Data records

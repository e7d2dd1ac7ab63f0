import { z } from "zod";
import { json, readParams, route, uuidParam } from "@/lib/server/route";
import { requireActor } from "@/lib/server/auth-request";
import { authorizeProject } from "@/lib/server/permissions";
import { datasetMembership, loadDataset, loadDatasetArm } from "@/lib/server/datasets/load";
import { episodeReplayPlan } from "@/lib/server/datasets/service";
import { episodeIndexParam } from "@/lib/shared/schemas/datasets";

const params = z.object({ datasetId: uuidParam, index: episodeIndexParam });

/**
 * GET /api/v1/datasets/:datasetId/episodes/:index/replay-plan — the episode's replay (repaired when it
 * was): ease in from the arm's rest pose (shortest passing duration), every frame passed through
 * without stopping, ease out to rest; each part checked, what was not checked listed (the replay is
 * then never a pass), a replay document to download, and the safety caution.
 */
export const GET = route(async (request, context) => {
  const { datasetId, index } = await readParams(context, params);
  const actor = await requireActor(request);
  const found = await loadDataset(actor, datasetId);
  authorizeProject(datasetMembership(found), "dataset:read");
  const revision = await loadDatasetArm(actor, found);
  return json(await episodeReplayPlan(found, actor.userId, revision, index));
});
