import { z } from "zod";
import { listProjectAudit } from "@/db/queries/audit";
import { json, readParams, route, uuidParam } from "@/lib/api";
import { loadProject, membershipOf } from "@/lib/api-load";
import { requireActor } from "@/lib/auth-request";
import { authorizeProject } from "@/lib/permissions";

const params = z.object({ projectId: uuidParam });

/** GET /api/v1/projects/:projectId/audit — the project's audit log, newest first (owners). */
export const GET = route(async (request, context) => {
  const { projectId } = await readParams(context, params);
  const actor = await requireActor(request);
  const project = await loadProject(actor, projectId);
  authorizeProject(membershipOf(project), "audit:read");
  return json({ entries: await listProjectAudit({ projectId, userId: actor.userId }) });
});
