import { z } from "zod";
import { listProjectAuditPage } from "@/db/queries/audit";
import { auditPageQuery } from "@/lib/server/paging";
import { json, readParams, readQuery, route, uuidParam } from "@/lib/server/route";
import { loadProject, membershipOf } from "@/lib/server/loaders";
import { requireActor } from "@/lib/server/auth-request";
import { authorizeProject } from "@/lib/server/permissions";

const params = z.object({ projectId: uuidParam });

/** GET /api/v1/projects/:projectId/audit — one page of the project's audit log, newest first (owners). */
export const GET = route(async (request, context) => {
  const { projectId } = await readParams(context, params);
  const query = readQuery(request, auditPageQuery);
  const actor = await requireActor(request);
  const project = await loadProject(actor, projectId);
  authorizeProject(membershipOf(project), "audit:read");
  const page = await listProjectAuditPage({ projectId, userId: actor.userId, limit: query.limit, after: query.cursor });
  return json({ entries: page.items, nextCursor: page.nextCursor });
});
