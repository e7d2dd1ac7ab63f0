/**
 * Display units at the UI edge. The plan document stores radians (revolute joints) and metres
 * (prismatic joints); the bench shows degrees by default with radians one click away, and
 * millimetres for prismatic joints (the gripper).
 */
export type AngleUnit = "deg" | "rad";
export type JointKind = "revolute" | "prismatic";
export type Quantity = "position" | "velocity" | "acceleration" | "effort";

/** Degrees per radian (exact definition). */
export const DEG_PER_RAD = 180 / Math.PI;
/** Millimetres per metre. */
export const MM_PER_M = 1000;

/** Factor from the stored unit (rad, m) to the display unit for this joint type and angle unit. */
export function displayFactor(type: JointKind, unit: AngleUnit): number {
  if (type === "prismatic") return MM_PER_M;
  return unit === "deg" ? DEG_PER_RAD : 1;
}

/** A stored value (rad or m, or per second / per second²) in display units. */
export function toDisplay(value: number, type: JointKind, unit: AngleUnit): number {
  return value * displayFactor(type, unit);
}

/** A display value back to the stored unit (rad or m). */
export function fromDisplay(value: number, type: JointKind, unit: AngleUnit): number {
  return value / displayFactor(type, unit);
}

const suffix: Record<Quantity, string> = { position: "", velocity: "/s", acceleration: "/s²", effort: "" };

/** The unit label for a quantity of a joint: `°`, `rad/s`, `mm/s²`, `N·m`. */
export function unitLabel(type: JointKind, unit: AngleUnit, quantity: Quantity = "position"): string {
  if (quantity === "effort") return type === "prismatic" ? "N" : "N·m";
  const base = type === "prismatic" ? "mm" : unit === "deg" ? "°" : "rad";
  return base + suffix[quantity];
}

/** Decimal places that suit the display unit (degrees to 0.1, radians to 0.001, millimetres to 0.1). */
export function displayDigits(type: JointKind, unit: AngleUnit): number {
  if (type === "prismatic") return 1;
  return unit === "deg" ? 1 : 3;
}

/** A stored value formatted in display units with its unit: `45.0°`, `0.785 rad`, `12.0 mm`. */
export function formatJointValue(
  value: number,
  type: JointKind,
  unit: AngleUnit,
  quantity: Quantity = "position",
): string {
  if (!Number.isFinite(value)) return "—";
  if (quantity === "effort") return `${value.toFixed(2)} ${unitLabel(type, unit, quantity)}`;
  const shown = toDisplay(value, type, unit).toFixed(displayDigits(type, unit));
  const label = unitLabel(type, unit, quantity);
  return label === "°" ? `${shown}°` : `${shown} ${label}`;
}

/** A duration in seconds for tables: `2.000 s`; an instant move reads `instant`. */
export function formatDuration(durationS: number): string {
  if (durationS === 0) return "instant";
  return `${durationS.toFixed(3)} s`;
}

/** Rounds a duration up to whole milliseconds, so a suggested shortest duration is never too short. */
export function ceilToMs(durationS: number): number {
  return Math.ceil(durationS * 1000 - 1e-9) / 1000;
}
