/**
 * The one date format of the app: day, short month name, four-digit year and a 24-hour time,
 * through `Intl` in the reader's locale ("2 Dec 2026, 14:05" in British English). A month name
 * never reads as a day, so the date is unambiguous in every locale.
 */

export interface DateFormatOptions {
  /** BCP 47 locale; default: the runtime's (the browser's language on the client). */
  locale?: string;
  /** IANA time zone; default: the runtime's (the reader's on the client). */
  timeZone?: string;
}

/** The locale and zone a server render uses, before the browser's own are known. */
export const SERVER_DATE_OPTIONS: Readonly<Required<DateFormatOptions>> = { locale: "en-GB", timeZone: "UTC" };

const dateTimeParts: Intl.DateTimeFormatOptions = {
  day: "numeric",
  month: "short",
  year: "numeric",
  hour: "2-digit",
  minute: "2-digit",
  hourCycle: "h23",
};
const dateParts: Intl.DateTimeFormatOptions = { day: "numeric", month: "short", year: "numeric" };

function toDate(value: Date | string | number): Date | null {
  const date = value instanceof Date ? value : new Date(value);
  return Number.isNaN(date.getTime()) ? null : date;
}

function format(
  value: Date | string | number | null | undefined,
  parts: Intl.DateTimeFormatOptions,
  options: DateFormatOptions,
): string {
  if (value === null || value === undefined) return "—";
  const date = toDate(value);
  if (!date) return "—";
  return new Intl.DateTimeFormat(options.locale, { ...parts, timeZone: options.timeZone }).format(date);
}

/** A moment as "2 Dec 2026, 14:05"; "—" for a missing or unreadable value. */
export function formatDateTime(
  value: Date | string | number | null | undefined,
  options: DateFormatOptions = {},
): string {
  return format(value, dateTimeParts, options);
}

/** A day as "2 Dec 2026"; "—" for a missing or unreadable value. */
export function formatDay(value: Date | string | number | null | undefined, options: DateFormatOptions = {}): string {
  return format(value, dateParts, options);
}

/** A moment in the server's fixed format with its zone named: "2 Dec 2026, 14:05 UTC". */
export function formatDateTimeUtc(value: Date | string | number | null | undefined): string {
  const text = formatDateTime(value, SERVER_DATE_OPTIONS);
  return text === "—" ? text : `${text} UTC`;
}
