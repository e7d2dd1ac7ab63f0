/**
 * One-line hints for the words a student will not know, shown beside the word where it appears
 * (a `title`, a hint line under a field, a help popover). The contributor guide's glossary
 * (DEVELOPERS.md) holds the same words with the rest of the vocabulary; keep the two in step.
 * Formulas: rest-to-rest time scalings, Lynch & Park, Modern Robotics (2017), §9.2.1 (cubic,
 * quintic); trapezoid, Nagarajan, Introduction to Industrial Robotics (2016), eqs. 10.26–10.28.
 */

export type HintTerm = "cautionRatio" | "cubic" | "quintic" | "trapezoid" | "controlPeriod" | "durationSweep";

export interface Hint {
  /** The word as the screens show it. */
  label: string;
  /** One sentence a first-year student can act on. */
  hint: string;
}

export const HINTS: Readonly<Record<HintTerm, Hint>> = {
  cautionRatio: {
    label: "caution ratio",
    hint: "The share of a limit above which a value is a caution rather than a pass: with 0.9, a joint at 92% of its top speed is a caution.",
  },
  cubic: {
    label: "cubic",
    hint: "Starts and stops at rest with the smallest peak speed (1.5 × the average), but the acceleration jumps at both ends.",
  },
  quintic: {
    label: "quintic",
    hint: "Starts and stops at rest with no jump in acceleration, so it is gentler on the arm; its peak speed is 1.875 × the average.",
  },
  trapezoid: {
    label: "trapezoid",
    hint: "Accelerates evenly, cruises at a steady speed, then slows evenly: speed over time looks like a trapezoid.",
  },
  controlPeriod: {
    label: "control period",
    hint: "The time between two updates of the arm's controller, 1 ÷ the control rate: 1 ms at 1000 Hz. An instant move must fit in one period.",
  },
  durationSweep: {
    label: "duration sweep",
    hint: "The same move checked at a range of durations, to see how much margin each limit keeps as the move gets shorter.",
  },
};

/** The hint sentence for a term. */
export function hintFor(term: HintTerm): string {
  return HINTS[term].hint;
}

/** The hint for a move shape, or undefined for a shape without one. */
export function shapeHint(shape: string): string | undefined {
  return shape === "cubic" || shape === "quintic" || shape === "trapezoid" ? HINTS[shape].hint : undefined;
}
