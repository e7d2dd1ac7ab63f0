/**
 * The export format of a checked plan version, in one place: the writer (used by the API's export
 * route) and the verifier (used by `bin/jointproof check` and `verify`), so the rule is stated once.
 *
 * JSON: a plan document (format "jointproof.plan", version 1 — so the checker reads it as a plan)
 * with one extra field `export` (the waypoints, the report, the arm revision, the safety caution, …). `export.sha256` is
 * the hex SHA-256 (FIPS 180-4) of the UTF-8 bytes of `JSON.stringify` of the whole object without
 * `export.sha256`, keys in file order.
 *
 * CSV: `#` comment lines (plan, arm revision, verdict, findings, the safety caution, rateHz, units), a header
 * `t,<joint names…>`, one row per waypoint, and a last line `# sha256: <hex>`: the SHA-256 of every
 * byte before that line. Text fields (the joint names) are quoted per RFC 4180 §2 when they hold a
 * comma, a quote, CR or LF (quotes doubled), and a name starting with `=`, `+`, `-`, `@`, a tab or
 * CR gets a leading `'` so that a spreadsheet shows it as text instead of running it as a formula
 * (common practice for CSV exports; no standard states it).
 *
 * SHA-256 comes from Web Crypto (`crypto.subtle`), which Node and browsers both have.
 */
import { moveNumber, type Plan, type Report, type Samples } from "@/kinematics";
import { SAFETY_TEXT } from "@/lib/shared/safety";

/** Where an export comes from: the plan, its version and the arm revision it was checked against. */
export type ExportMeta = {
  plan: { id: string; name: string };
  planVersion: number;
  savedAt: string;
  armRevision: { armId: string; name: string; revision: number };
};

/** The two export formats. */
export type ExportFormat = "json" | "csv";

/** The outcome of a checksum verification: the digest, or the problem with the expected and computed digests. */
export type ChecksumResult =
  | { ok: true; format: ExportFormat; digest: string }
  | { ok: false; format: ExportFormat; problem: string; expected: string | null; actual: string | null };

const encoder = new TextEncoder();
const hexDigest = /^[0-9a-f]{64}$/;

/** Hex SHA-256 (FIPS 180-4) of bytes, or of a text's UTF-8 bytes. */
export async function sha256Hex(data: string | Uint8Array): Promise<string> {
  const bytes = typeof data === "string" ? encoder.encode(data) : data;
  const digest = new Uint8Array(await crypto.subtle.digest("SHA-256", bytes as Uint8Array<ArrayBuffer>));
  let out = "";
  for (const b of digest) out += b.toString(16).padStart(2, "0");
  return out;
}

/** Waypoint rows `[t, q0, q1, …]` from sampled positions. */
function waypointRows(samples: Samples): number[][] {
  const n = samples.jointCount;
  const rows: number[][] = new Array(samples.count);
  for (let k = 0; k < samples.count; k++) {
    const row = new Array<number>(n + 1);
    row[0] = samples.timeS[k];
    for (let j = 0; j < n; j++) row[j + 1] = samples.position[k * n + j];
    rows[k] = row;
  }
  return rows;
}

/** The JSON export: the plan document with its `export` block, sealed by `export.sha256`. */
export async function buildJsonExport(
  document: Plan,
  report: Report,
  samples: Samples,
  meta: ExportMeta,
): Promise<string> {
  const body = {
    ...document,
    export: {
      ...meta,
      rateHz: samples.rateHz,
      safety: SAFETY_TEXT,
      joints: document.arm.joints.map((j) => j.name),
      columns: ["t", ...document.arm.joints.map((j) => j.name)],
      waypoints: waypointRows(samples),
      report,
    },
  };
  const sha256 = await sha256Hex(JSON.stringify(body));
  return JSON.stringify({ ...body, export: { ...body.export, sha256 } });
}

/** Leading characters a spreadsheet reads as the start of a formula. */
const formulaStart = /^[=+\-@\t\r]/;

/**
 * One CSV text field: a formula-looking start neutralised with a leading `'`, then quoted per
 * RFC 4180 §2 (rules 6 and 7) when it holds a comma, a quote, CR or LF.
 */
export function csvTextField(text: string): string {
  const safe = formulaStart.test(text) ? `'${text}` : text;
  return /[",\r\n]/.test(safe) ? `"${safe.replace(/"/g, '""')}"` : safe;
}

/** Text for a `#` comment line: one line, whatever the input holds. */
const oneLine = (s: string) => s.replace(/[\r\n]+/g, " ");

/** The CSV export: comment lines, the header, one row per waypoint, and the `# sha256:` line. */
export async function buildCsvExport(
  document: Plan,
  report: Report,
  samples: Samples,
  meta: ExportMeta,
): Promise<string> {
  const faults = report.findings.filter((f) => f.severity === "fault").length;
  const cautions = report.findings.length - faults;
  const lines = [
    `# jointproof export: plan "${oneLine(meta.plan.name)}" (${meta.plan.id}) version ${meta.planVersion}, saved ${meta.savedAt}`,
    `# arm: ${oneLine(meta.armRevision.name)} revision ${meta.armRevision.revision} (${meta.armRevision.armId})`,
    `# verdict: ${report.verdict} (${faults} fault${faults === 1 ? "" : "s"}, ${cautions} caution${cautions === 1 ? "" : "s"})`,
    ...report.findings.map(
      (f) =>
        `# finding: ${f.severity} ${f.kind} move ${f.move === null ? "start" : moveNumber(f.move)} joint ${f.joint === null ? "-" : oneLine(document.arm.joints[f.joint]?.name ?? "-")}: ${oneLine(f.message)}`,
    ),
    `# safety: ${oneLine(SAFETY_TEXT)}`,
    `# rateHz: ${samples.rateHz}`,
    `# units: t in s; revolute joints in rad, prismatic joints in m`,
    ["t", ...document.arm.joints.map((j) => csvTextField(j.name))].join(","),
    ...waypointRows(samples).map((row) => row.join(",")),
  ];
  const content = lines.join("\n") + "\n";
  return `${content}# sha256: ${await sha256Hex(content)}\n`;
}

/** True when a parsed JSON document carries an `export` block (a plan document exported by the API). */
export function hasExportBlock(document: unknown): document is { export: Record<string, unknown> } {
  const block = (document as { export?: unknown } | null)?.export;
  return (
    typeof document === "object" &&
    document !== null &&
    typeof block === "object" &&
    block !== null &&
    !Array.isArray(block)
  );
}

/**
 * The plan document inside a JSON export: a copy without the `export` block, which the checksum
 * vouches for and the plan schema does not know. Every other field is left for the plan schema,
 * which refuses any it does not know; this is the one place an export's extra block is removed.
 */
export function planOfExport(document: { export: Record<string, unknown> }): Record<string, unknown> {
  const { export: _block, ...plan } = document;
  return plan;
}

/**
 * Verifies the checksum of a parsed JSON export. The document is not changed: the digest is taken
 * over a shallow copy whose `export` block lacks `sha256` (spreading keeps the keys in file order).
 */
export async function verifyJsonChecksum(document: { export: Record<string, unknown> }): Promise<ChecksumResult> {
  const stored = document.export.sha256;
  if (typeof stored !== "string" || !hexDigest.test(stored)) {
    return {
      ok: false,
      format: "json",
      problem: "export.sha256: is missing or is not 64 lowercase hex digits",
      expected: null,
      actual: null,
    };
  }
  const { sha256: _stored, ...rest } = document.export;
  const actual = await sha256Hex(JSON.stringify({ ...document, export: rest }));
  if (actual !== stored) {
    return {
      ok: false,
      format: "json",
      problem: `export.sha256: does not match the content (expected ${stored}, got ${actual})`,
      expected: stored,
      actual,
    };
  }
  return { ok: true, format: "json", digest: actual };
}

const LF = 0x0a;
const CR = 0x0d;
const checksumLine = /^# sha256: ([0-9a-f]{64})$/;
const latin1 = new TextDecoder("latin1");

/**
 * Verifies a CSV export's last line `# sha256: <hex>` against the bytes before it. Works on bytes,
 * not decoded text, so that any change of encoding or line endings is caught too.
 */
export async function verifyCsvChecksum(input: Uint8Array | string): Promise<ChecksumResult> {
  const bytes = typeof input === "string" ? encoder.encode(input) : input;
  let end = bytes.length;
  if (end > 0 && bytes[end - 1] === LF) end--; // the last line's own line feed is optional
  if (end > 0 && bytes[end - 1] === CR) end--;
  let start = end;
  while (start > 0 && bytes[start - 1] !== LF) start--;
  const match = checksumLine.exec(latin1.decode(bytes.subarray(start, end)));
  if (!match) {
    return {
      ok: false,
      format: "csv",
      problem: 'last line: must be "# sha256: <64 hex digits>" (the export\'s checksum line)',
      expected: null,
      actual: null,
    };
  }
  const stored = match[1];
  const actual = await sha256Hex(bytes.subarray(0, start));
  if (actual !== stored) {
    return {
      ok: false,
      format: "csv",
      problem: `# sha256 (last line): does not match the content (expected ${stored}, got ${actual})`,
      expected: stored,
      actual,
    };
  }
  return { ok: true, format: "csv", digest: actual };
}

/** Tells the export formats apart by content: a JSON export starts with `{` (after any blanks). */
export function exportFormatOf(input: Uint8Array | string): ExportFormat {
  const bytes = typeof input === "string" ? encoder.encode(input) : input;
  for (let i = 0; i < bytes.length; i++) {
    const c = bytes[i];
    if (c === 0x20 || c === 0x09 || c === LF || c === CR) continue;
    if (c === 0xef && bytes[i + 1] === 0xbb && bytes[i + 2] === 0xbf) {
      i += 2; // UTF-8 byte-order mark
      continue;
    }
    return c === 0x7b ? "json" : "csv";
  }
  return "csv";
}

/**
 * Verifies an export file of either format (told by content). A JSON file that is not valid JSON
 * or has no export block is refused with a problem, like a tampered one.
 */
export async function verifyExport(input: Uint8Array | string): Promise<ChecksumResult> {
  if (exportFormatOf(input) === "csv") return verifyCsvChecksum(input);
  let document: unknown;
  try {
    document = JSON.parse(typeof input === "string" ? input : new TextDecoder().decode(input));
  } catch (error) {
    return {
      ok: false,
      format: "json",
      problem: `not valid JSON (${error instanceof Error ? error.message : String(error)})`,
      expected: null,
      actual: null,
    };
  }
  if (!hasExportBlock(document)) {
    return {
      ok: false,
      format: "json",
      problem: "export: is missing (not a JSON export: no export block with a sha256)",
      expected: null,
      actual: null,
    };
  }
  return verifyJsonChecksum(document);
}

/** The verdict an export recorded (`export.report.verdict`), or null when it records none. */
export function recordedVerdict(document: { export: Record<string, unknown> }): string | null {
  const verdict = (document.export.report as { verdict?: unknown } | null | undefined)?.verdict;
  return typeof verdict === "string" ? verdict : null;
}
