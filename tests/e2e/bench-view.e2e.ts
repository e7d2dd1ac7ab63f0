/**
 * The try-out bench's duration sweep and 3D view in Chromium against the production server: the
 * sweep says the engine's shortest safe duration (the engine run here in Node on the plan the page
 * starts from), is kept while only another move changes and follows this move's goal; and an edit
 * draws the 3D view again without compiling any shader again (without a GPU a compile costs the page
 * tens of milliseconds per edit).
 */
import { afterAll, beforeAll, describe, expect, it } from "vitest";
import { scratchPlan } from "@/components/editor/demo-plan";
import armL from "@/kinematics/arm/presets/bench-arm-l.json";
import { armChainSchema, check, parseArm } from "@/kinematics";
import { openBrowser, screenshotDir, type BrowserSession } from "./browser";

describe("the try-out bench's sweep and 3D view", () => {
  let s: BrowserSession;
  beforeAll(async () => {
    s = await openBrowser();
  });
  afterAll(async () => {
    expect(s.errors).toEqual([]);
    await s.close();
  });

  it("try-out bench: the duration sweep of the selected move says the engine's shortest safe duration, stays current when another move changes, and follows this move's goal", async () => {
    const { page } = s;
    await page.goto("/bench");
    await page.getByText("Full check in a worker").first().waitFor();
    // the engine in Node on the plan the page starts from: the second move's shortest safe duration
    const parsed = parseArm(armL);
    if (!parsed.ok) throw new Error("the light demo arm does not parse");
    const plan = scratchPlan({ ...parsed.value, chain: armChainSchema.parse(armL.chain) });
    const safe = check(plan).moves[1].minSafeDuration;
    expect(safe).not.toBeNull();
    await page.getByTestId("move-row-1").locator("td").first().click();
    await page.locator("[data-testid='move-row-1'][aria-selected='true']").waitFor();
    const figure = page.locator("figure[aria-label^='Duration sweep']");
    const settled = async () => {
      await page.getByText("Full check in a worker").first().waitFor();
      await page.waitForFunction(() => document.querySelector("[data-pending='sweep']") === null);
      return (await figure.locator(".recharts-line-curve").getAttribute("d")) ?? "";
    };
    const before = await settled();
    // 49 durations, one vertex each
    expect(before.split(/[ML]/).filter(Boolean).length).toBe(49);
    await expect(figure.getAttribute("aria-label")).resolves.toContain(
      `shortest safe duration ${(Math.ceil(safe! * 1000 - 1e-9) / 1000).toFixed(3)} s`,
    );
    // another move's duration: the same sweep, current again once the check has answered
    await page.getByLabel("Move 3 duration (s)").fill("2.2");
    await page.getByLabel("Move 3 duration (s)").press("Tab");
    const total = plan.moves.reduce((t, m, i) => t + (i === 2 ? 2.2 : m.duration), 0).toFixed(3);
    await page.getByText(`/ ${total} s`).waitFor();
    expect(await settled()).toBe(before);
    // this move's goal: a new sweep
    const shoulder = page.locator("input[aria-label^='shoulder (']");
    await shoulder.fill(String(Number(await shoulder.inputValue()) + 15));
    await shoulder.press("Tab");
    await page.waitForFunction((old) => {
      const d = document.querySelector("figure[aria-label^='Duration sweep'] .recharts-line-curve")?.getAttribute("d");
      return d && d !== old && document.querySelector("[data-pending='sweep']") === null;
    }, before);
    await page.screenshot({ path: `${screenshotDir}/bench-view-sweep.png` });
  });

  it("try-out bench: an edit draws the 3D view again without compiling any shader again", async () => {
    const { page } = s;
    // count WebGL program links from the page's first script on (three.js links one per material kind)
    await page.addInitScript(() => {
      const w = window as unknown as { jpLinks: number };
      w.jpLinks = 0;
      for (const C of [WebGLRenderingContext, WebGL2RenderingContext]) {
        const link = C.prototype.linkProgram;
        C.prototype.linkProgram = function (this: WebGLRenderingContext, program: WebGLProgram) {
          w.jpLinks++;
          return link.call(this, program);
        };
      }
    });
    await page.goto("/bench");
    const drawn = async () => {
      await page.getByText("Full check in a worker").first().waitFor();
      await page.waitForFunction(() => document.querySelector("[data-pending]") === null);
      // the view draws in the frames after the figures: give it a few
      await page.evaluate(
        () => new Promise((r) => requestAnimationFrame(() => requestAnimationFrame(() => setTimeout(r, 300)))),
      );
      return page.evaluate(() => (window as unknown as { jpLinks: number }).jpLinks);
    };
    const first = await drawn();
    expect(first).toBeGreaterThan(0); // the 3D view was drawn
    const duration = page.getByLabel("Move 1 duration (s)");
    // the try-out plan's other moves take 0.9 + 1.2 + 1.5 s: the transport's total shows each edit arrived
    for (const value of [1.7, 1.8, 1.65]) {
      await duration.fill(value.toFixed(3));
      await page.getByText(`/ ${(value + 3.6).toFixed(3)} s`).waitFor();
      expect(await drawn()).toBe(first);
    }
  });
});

**Task details**. Lines with "locale": find them in the data and copy each one.

**Exercise output**.
 * through `Intl` in the reader's locale ("2 Dec 2026, 14:05" in British English). A month name
 * never reads as a day, so the date is unambiguous in every locale.
  /** BCP 47 locale; default: the runtime's (the browser's language on the client). */
  locale?: string;
/** The locale and zone a server render uses, before the browser's own are known. */
export const SERVER_DATE_OPTIONS: Readonly<Required<DateFormatOptions>> = { locale: "en-GB", timeZone: "UTC" };
  return new Intl.DateTimeFormat(options.locale, { ...parts, timeZone: options.timeZone }).format(date);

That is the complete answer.